But, despite his incalculable contribution to the
companys fortunes in the Far East over many
years of service and to the future prosperity of
the city he founded, the East India Company sued
Sir Raffles near the end of his life.
His company demanded reimbursement for, among other
things, "his precipitate and unauthorized emancipation
of the Companys slaves."
In the view of the East India Company, Raffles
had been a disobedient agent in Singapore even though
time had proven his liberal colonial policies right.
Nevertheless, Company governors found it impossible
to forgive Raffles entirely for having taken matters
into his own hands.
In a bitter irony, Sir Raffles widow was
ordered by the Court of Directors of the East India
Company to repay the Company £10,000 ($15,000)
for personal expenses incurred largely during his
mission to found Singapore. The judgment nearly
wiped out his estate.
Historian Maurice Collis concludes, "Altogether,
one is obliged to say that the Courts treatment
of Sophia [Raffles widow] was a piece of meanness
hardly to be paralleled in history."
Born at sea in 1781 on board a ship off Jamaica
skippered by his father, a slave trader, Raffles
received little formal education but began a career
as a clerk for the East India Company at an early
age. At 23 he was appointed as assistant secretary
to the colonial government at Penang in the Malaysian
Archipelago. He taught himself several languages,
including the Malay language, and his fluency and
knowledge of local customs made him indispensable
to the Company.
Raffles proved to be a hard working and effective
administrator. Eventually, the British authorities
noticed his talents as it sought to expand its colonial
empire in the Far East and jostle the Dutch out
of control of trade in the region.
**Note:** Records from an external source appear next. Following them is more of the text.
package job

import (
	"strings"

	"github.com/heft-project/heft/aggregate"
	"github.com/heft-project/heft/fit"
	"github.com/heft-project/heft/score"
)

// FlagSet is what both flag packages heft's binaries use offer (the
// standard library's flag.FlagSet, for Beam's launcher, and pflag's, under
// cobra), so that heft score and heft-beam define their shared flags once.
type FlagSet interface {
	StringVar(p *string, name, value, usage string)
	BoolVar(p *bool, name string, value bool, usage string)
	Float64Var(p *float64, name string, value float64, usage string)
	IntVar(p *int, name string, value int, usage string)
	Int64Var(p *int64, name string, value int64, usage string)
}

// Flags are the score flags heft score and heft-beam share: the estimand
// and positivity policies, the appended columns, the Parquet output, the
// accumulators' outputs, segments and the gate.
type Flags struct {
	Estimand       string
	Policy         score.Policy // Estimand is set from the flag by the command
	Unseen         string
	Columns        score.Columns
	Compression    string
	RowGroupRows   int64
	Reencode       bool
	BatchRows      int
	State, Report  string
	By             string
	MinSegmentRows int
	MaxSegments    int
	Gate           aggregate.Gate
}

// ByColumns is the --by value as column names: comma-separated, blanks
// trimmed, empty names dropped.
func (f *Flags) ByColumns() []string {
	var out []string
	for _, c := range strings.Split(f.By, ",") {
		if c = strings.TrimSpace(c); c != "" {
			out = append(out, c)
		}
	}
	return out
}

// Define defines f's flags on fs with heft's defaults.
func (f *Flags) Define(fs FlagSet) {
	f.Columns = score.DefaultColumns()
	fs.StringVar(&f.Estimand, "estimand", score.ATE, "weights for: ate, att, atc or overlap")
	fs.BoolVar(&f.Policy.Stabilize, "stabilize", false, "multiply weights by the marginal share of the row's arm at fit")
	fs.Float64Var(&f.Policy.Clip, "clip", 0, "bound propensities to [ε, 1−ε]")
	fs.Float64Var(&f.Policy.Trim, "trim", 0, "zero the weight where e is outside [α, 1−α] (e.g. 0.1)")
	fs.Float64Var(&f.Policy.TruncateQ, "truncate-quantile", 0, "cap weights at the fit sample's q-th weight quantile (e.g. 0.99)")
	fs.StringVar(&f.Unseen, "unseen", fit.UnseenError, "categorical levels not seen at fit: error, or reference (encode as the reference level and count)")
	fs.BoolVar(&f.Columns.Predictions, "predictions", false, "also write the outcome models' predictions mu0 and mu1")
	fs.StringVar(&f.Columns.Propensity, "propensity-column", f.Columns.Propensity, "name of the appended propensity column")
	fs.StringVar(&f.Columns.Weight, "weight-column", f.Columns.Weight, "name of the appended weight column")
	fs.StringVar(&f.Columns.InSupport, "in-support-column", f.Columns.InSupport, "name of the appended in-support column")
	fs.StringVar(&f.Columns.Mu0, "mu0-column", f.Columns.Mu0, "name of the appended control-outcome prediction")
	fs.StringVar(&f.Columns.Mu1, "mu1-column", f.Columns.Mu1, "name of the appended treated-outcome prediction")
	fs.StringVar(&f.Compression, "compression", "snappy", "Parquet compression: snappy, zstd or none (when column chunks are copied and this is not given, the appended columns take the input's codec)")
	fs.Int64Var(&f.RowGroupRows, "row-group-rows", 131072, "rows per Parquet row group in the output (re-encodes every column)")
	fs.BoolVar(&f.Reencode, "reencode", false, "decode and re-encode every column rather than copy the input's column chunks")
	fs.IntVar(&f.BatchRows, "batch-rows", 65536, "rows per batch in flight (memory is bounded by batch size × queue depth); by default fewer for inputs of more than 16 columns read")
	fs.StringVar(&f.State, "state", "", "write the mergeable accumulator state here (for 'heft merge')")
	fs.StringVar(&f.Report, "report", "", "write the report JSON here (- for stdout)")
	fs.StringVar(&f.By, "by", "", "segment columns: estimates and balance per segment")
	fs.IntVar(&f.MinSegmentRows, "min-segment-rows", 100, "suppress segments with fewer rows than this in either arm")
	fs.IntVar(&f.MaxSegments, "max-segments", 1000, "fail when there are more segments than this")
	fs.Float64Var(&f.Gate.MaxSMD, "max-smd", 0, "gate: fail when any term's weighted |SMD| exceeds this (e.g. 0.1)")
	fs.Float64Var(&f.Gate.MinESSShare, "min-ess-share", 0, "gate: fail when an arm's effective sample size is below this share of its rows")
	fs.Float64Var(&f.Gate.MaxPSI, "max-psi", 0, "gate: fail when the propensity drift index (PSI) since the fit exceeds this (e.g. 0.25)")
}
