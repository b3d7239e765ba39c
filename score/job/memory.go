package job

// memoryLimit is the Go heap's soft limit during scoring unless GOMEMLIMIT
// says otherwise: memory is bounded by batch size × queue depth by design,
// and the limit keeps the collector from letting garbage grow past that.
// A batch holds every column read, so a wide table re-encoded needs more:
// the limit is memoryLimitPerColumn per column read when that is larger.
// A limit below the live batches would make the collector run back to back
// (a 101-column table re-encoded took 18.6 s at 384 MiB, 9.5 s at 1 GiB).
const (
	MemoryLimit          = 384 << 20
	memoryLimitPerColumn = 10 << 20
)

// cellBudget is the default batch size in cells, rows × columns read: a
// batch of 65,536 rows of 16 columns. A wider read gets fewer rows per
// batch (never fewer than minBatchRows), so memory stays bounded by the
// cells in flight whatever the width: a 101-column table re-encoded peaked
// at 1.0 GiB with 65,536-row batches and at 0.56 GiB with 10,000.
const (
	cellBudget   = 65536 * 16
	minBatchRows = 8192
)

// BatchRowsFor is the default rows per batch for a read of columns
// columns, at most flag, a multiple of 1024 (the encoders' own batch).
func BatchRowsFor(columns, flag int) int {
	if columns <= 16 {
		return flag
	}
	return min(flag, max(minBatchRows, cellBudget/columns/1024*1024))
}

// MemoryLimitFor is the soft limit for a read of columns columns.
func MemoryLimitFor(columns int) int64 {
	return max(MemoryLimit, int64(columns)*memoryLimitPerColumn)
}
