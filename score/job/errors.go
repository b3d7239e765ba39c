package job

// Kind is what an Error says is wrong, for a command's exit code. Errors
// without one are the library packages' own (*pipeline.Error for input,
// *fit.FitError, ...).
type Kind int

const (
	// KindUsage: the options do not fit the data (a column name given twice,
	// a --by column the table lacks).
	KindUsage Kind = iota + 1
	// KindOutput: the output cannot be written (disk full, permissions).
	KindOutput
	// KindModel: the model or state file is unreadable or not for this
	// data (left to callers: Runner has its model already).
	KindModel
)

// Error is an error of a known Kind.
type Error struct {
	Kind Kind
	Err  error
}

func (e *Error) Error() string { return e.Err.Error() }
func (e *Error) Unwrap() error { return e.Err }

func usage(err error) error  { return &Error{Kind: KindUsage, Err: err} }
func output(err error) error { return &Error{Kind: KindOutput, Err: err} }
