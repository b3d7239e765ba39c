// Package job runs heft's score stage over one part of a table: a file, or
// a range of a Parquet file's row groups, scored into one output file (or a
// stream, or nothing for a report-only run), with the accumulators' partial
// states folded as the batches go by.
//
// The heft command and the Beam workers (module pipeline/beam) both score
// through a Runner, so a table scored in one process or split across a
// cluster is written by the same code: the same columns read, the same
// splicing or re-encoding, the same sinks and the same atomic commit.
//
// A Runner is what every part of a run shares (the model, the scorer, the
// options); Open readies one part, Score streams it. Errors carry their
// kind (Error) so that commands can map them to exit codes.
package job
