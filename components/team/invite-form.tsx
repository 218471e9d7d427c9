'use client';

import { useActionState } from 'react';
import { inviteMember } from '@/app/(app)/team/actions';
import { initialFormState } from '@/components/auth/form-state';
import { ROLES, ROLE_LABELS } from '@/lib/auth/permissions';

export function InviteForm() {
  const [state, formAction, pending] = useActionState(inviteMember, initialFormState);
  return (
    <form action={formAction} className="space-y-3" noValidate>
      <div className="grid gap-3 sm:grid-cols-[1fr_12rem]">
        <div>
          <label htmlFor="invite-email" className="field-label">
            E-mail
          </label>
          <input
            id="invite-email"
            name="email"
            type="email"
            autoComplete="off"
            required
            defaultValue={state.notice ? '' : state.values?.email}
            key={state.notice ?? 'form'}
            className="field-input"
            aria-invalid={state.fields?.email ? true : undefined}
            aria-describedby={state.fields?.email ? 'invite-email-error' : undefined}
          />
          {state.fields?.email ? (
            <p id="invite-email-error" className="field-error">
              {state.fields.email}
            </p>
          ) : null}
        </div>
        <div>
          <label htmlFor="invite-role" className="field-label">
            Role
          </label>
          <select
            id="invite-role"
            name="role"
            defaultValue={state.values?.role || 'analyst'}
            className="field-input"
            aria-invalid={state.fields?.role ? true : undefined}
          >
            {ROLES.map((role) => (
              <option key={role} value={role}>
                {ROLE_LABELS[role].name}
              </option>
            ))}
          </select>
          {state.fields?.role ? <p className="field-error">{state.fields.role}</p> : null}
        </div>
      </div>
      {state.message ? (
        <p
          role="alert"
          className="rounded-md border border-coral-100 bg-coral-50 px-3 py-2 text-sm text-coral-900"
        >
          {state.message}
        </p>
      ) : null}
      {state.notice ? (
        <p role="status" className="text-sm text-leaf-700">
          {state.notice}
        </p>
      ) : null}
      <button type="submit" className="btn-primary" disabled={pending}>
        {pending ? 'Sending…' : 'Send invitation'}
      </button>
    </form>
  );
}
He was appointed
Lieutenant-Governor of Bencoolen in Western Sumatra
in 1811.
Raffles believed that a new British trading port
was needed to the South of the Malay Peninsula to
better position the company along lucrative Chinese
trade routes. He made an exploratory visit to Singa
Pura where he immediately knew he had found the
place hed been looking for. It not only lay
on the main trade route amidst China, Europe and
India but it also had plenty of wood, water and
an excellent harbor suitable for big ships.
When Raffles and his party first arrived at the
tiny tropical village at the mouth of the Singapore
River on January 19, 1819, Singapore consisted of
swamp and forests populated by tigers and 200 or
so inhabitants.
At the time, the two sons of the previous sultan,
the Sultan of Johor, were locked in a dispute over
who would inherit their fathers throne. Acting
without clear authority from his employer or his
own government but eager to strike a deal, Raffles
sided with the elder brother, promising him the
backing of the British military, and proclaimed
him sultan in a public ceremony. The two negotiated
a deal whereby the sultan granted the British a
lease allowing them to establish a trading post
on the island in return for annual rent of 5,000
Spanish dollars (the most widely traded currency
in the region).
The treaty signing marked the founding of modern
Singapore.
Within three years, the small fishing village was
transformed into a boomtown of 10,000 immigrants
administered by the East India Company. One reason
for Singapore's rapid growth was the fact that it
was a tax-free port. Raffles instituted this practice
as an incentive for merchants to use the harbor,
and thereafter generations of resident traders were
to view it as an almost sacred policy. This made
Singapore a much more inviting place for traders
to land than the Dutch ports in the Straits, where
high taxes and harbor fees were imposed. In 1867,
Singapore became a British crown colony.
On a return trip to London, Raffles was knighted
in 1847 for his scholarly works on the East Indian
peoples. He is remembered there as a founder of
the London Zoo and served as its first president.
In Singapore, Sir Stamford Raffles is remembered
as founder of their city-state. But he is also honored
for his humanism and enlightened spirit toward peoples,
his strong opposition to slavery, ending the harsh
colonial practices of the Dutch, his life-long support
for education and for his habit of collecting historical
and scientific information about the region.
Today, a white marble statue of Sir Stamford Raffles
stands near the rivers edge in gleaming downtown
Singapore at the spot where he first landed.